▶ GIVEN RECORDS:
from dataclasses import replace
from math import pi

import numpy as np
import pytest

from layout.instrument import (
    ActionGaps,
    EndHeights,
    Heights,
    Listed,
    Nut,
    Same,
    ShortStart,
    Sides,
    StatedTension,
    Stretch,
    StringSpec,
)
from layout.pitch.notes import read_note
from layout.plan.laying import lay_out
from layout.plan.sounding import (
    describe_strings,
    figure_per_string,
    note_hz,
    open_pitches,
    relief_span,
    string_heights,
)

E4_HZ = 440.0 * 2 ** (-5 / 12)


def sounding(job):
    return describe_strings(job, lay_out(job))


def with_first(job, **changes):
    return replace(job, strings=(replace(job.strings[0], **changes), *job.strings[1:]))


def assumed_keys(job):
    return [item.key for item in sounding(job).assumed]


# Heights -----------------------------------------------------------------------------------------


def relief(x, job, laid, index):
    """c(x) of the physics page, Stopping it."""
    r, x1, x_j = job.heights.relief_mm, laid.own_mm[index, 0], laid.own_mm[index, 13]
    inside = (x > x1) & (x < x_j)
    return np.where(inside, -4 * r * (x - x1) * (x_j - x) / (x_j - x1) ** 2, 0.0)


def test_heights_from_action_gaps(parlour):
    laid = lay_out(parlour)
    at_nut, at_saddle = string_heights(parlour, laid)
    for index, second in enumerate(np.linspace(1.8, 2.3, 6)):
        a, x0 = laid.own_mm[index, [0, 11]], laid.strings.scale_mm[index]
        over = at_nut[index] + (at_saddle[index] - at_nut[index]) * a / x0
        assert over - relief(a, parlour, laid, index) == pytest.approx([0.4, second], abs=1e-12)


def test_sides_run_linearly_by_y_at_the_nut(parlour):
    y = np.array([20.0, 10.0, 8.0, -4.0, -12.0, -20.0])
    figures = figure_per_string(Sides(1.0, 3.0), parlour, y)
    assert figures.tolist() == pytest.approx([1.0, 1.5, 1.6, 2.2, 2.6, 3.0], abs=1e-12)


def test_sides_are_those_of_the_fretted_strings(parlour):
    bass = StringSpec(note=read_note("D2"), open_length_mm=900.0)
    job = replace(parlour, strings=(*parlour.strings, bass))
    y = np.array([18.0, 10.8, 3.6, -3.6, -10.8, -18.0, -25.2])
    assert figure_per_string(Sides(1.0, 3.0), job, y)[:6].tolist() == pytest.approx(
        [1.0, 1.4, 1.8, 2.2, 2.6, 3.0], abs=1e-12
    )


def test_same_listed_and_one_string(parlour):
    y = np.linspace(18, -18, 6)
    assert figure_per_string(Same(2.0), parlour, y).tolist() == [2.0] * 6
    listed = (1.0, 2.0, 3.0, 4.0, 5.0, 6.0)
    assert tuple(figure_per_string(Listed(listed), parlour, y)) == listed
    one = replace(parlour, strings=parlour.strings[:1])
    assert figure_per_string(Sides(1.0, 2.0), one, np.zeros(1)).tolist() == [1.5]
    # Strings on one line have no sides.
    assert figure_per_string(Sides(1.0, 2.0), parlour, np.zeros(6)).tolist() == [1.5] * 6


def test_heights_at_the_ends_are_taken_as_given(parlour):
    job = replace(parlour, heights=Heights(EndHeights(Same(0.5), Sides(3.0, 4.0))))
    at_nut, at_saddle = string_heights(job, lay_out(job))
    assert at_nut.tolist() == [0.5] * 6
    assert at_saddle.tolist() == pytest.approx([3.0, 3.2, 3.4, 3.6, 3.8, 4.0], abs=1e-12)


def test_over_a_zero_fret_the_strings_leave_at_the_crowns(parlour, banjo):
    at_nut, _ = string_heights(replace(parlour, nut=Nut(zero="fret")), lay_out(parlour))
    assert at_nut.tolist() == [0.0] * 6
    at_nut, _ = string_heights(replace(banjo, nut=Nut(zero="fret")), lay_out(banjo))
    assert at_nut[:4].tolist() == [0.0] * 4
    assert at_nut[4] > 0  # a short string has a nut of its own


def test_without_heights_nothing_is_known(six):
    at_nut, at_saddle = string_heights(six, lay_out(six))
    assert np.isnan(at_nut).all()
    assert np.isnan(at_saddle).all()


@pytest.mark.parametrize(("joint", "count", "ends_at"), [(14, 20, 14), (14, 12, 12), (1, 20, None)])
def test_relief_runs_from_fret_1_to_the_joint(parlour, fret_rows, joint, count, ends_at):
    heights = replace(parlour.heights, joint=joint)
    job = replace(parlour, heights=heights, frets=fret_rows(count))
    laid = lay_out(job)
    start, end = relief_span(job, laid.own_mm)
    if ends_at is None:
        assert np.isnan(start).all()
        assert np.isnan(end).all()
        return
    assert start == pytest.approx(laid.own_mm[:, 0], abs=1e-12)
    assert end == pytest.approx(laid.own_mm[:, ends_at - 1], abs=1e-12)


def test_a_short_string_reads_the_board_s_labels_from_its_own_start(banjo):
    laid = lay_out(banjo)
    at_nut, at_saddle = string_heights(banjo, laid)
    a, x0 = laid.own_mm[4, [0, 11]], laid.strings.scale_mm[4]
    assert a[0] < 0 < a[1]
    assert at_nut[4] + (at_saddle[4] - at_nut[4]) * a / x0 == pytest.approx([0.4, 2.6], abs=1e-12)


# Strings -----------------------------------------------------------------------------------------


def test_open_pitches(parlour, lute):
    hz = open_pitches(parlour)
    semitones = np.array([-5, -10, -14, -19, -24, -29])
    assert hz == pytest.approx(440 * 2.0 ** (semitones / 12), rel=1e-12)
    assert open_pitches(with_first(parlour, note=None, hz=330.0))[0] == 330.0
    # Quarter comma: G lies two fifths of 5^(1/4) below A, an octave up.
    assert open_pitches(lute)[0] == pytest.approx(440 * 2 / 5 ** (2 / 4), rel=1e-12)


def test_a_plain_string_from_material_and_gauge(parlour):
    loads = sounding(parlour).loads
    d = 0.012 * 25.4e-3
    assert loads.unit_mass_kg_per_m[0] == pytest.approx(7850 * pi * d**2 / 4, rel=1e-12)
    assert loads.axial_stiffness_n[0] == pytest.approx(200e9 * pi * d**2 / 4, rel=1e-12)
    assert loads.bending_stiffness_n_m2[0] == pytest.approx(200e9 * pi * d**4 / 64, rel=1e-12)


def test_what_is_measured_wins(parlour):
    job = with_first(
        parlour,
        unit_mass_kg_per_m=0.6e-3,
        axial_stiffness_n=15000.0,
        bending_stiffness_n_m2=9e-5,
        stretch=Stretch(42.0, 0.7, 650.0),
        tension=StatedTension(70.0),
    )
    loads = sounding(job).loads
    assert loads.unit_mass_kg_per_m[0] == 0.6e-3
    assert loads.axial_stiffness_n[0] == 15000.0
    assert loads.bending_stiffness_n_m2[0] == 9e-5


def test_a_core_left_out_is_estimated_and_said(parlour):
    job = replace(parlour, strings=tuple(replace(s, core_mm=None) for s in parlour.strings))
    assert assumed_keys(job) == [f"strings[{n}].core" for n in (3, 4, 5, 6)]
    assert assumed_keys(parlour) == []
    core = (0.24 + 0.148 * 53 * 0.0254) / 1000
    assert sounding(job).loads.axial_stiffness_n[5] == pytest.approx(
        200e9 * pi * core**2 / 4, rel=1e-12
    )


def nylon(**more):
    return {
        "make": "plain",
        "material": "nylon",
        "gauge_mm": 0.71,
        "core_mm": None,
        **more,
    }


def test_a_stated_tension_gives_the_mass(parlour):
    job = with_first(parlour, **nylon(tension=StatedTension(70.0, 650.0, read_note("D4"))))
    found = sounding(job)
    d4 = 440 * 2 ** (-7 / 12)
    assert found.loads.unit_mass_kg_per_m[0] == pytest.approx(70 / (2 * 0.65 * d4) ** 2, rel=1e-12)
    assert found.loads.axial_stiffness_n[0] == pytest.approx(3500.0, rel=1e-12)
    assert found.loads.bending_stiffness_n_m2[0] == pytest.approx(3500 * 0.71e-3**2 / 16, rel=1e-12)
    # What the material would have given was not used, so it is not listed.
    said = {item.key: item.value for item in found.assumed}
    assert said == {
        "strings[1].axial_stiffness": "50 x the stated tension",
        "strings[1].bending_stiffness": (
            "axial stiffness x gauge squared / 16; bending tests give about a third of it"
        ),
    }


def test_a_tension_without_a_place_is_for_the_strings_own_length_and_note(parlour):
    job = with_first(parlour, **nylon(tension=StatedTension(70.0)))
    scale = np.hypot(628.65, 9.0) / 1000
    assert sounding(job).loads.unit_mass_kg_per_m[0] == pytest.approx(
        70 / (2 * scale * E4_HZ) ** 2, rel=1e-12
    )


@pytest.mark.parametrize("index", [0, 5])
def test_steel_with_a_stated_tension_keeps_the_stiffnesses_of_its_diameters(parlour, index):
    # On purpose: a steel core's stiffness is known better from its diameter than from tension.
    job = replace(
        parlour,
        strings=tuple(
            replace(s, tension=StatedTension(100.0)) if i == index else s
            for i, s in enumerate(parlour.strings)
        ),
    )
    found, plain = sounding(job), sounding(parlour)
    assert found.loads.axial_stiffness_n[index] == plain.loads.axial_stiffness_n[index]
    assert found.loads.bending_stiffness_n_m2[index] == plain.loads.bending_stiffness_n_m2[index]
    assert found.loads.unit_mass_kg_per_m[index] != plain.loads.unit_mass_kg_per_m[index]
    assert found.loads.tension_n[index] == pytest.approx(100.0, rel=0.03)
    assert [item.key for item in found.assumed] == [f"strings[{index + 1}].axial_stiffness"]


def test_a_stretch_test_gives_the_axial_stiffness(parlour):
    job = with_first(parlour, **nylon(stretch=Stretch(42.0, 0.7, 650.0)))
    found = sounding(job)
    q = 0.7 / 650
    tension = found.loads.tension_n[0]
    # The tension of the string as laid; heights lengthen it by some parts in a million.
    assert found.loads.axial_stiffness_n[0] == pytest.approx(
        tension * (2 ** (42 / 600) / (1 + q) - 1) / q, rel=1e-4
    )
    assert found.assumed == ()


def test_a_mean_modulus_is_said(parlour):
    assert assumed_keys(with_first(parlour, **nylon())) == ["strings[1].axial_stiffness"]
    measured = with_first(parlour, **nylon(axial_stiffness_n=3000.0))
    assert assumed_keys(measured) == []


def test_wound_on_a_soft_core_is_never_estimated(parlour):
    job = with_first(
        parlour, make="wound", material="silver-plated copper", gauge_mm=0.7, core_material="nylon"
    )
    found = sounding(job)
    assert np.isnan(found.loads.tension_n[0])
    assert np.isfinite(found.loads.tension_n[1:]).all()
    assert found.body is None
    assert found.lie is None
    assert found.loads.total_n is None


def test_tension_tunes_the_open_string(parlour):
    # A string far from stiff: T = mu (2 L f)^2 but for its own bending, under 1 %.
    loads = sounding(parlour).loads
    ideal = loads.unit_mass_kg_per_m[0] * (2 * 0.62865 * E4_HZ) ** 2
    assert loads.tension_n[0] == pytest.approx(ideal, rel=0.01)
    assert loads.tension_n[0] < ideal
    assert loads.total_n == pytest.approx(loads.tension_n.sum(), rel=1e-15)


def test_shares_of_the_breaking_load_are_those_of_steel(parlour):
    share = sounding(with_first(parlour, **nylon())).loads.share_of_break
    assert np.isnan(share[0])
    assert ((share[1:] > 0.2) & (share[1:] < 0.9)).all()


def test_open_strings_have_loads_and_no_stops(parlour):
    bass = replace(parlour.strings[5], note=read_note("D2"), open_length_mm=900.0)
    found = sounding(replace(parlour, strings=(*parlour.strings, bass)))
    assert found.loads.tension_n.shape == (7,)
    assert np.isfinite(found.loads.tension_n[6])
    assert found.body.axial_stiffness_n.shape == (6,)
    assert np.shape(found.lie.scale_mm) == (6,)


def test_without_heights_loads_are_still_told(parlour):
    found = sounding(replace(parlour, heights=None))
    assert found.body is None
    assert np.isfinite(found.loads.tension_n).all()


def test_the_lie_carries_finger_supports_and_relief(parlour):
    lie = sounding(parlour).lie
    assert (lie.finger_behind_mm, lie.finger_press_mm, lie.free_mm) == (8.0, 0.0, 0.0)
    assert lie.relief_mm == 0.1


def test_a_note_s_pitch(parlour):
    assert note_hz(read_note("E4 -50c"), parlour) == pytest.approx(
        E4_HZ * 2 ** (-50 / 1200), rel=1e-12
    )


def test_gaps_may_be_given_at_any_two_frets(parlour, banjo):
    for job in (parlour, banjo):
        gaps = ActionGaps(
            3, Same(0.8), 15, Listed(tuple(2.0 + 0.1 * i for i in range(len(job.strings))))
        )
        changed = replace(job, heights=Heights(gaps))
        laid = lay_out(changed)
        at_nut, at_saddle = string_heights(changed, laid)
        over = at_nut[:, None] + (at_saddle - at_nut)[:, None] * (
            laid.own_mm[:, [2, 14]] / laid.strings.scale_mm[:, None]
        )
        assert over[:, 0] == pytest.approx(0.8, abs=1e-12)
        assert over[:, 1] == pytest.approx(gaps.second_gap.values, abs=1e-12)


def test_standing_behind_a_fret_leaves_heights_alone(banjo):
    strings = (*banjo.strings[:4], replace(banjo.strings[4], starts_at=ShortStart(5, 6.0)))
    behind = replace(banjo, strings=strings)
    for one, other in zip(
        string_heights(banjo, lay_out(banjo)), string_heights(behind, lay_out(behind)), strict=True
    ):
        assert one == pytest.approx(other, abs=1e-12)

▶ WORK ORDER:
Set down exactly the lines of the data above, beginning with the line that has "laid = lay_out(job)" and ending with the line that has "assert start == pytest.approx(laid.own_mm[:, 0], abs=1e-12)", and no others.

▶ FINAL ANSWER:
    laid = lay_out(job)
    start, end = relief_span(job, laid.own_mm)
    if ends_at is None:
        assert np.isnan(start).all()
        assert np.isnan(end).all()
        return
    assert start == pytest.approx(laid.own_mm[:, 0], abs=1e-12)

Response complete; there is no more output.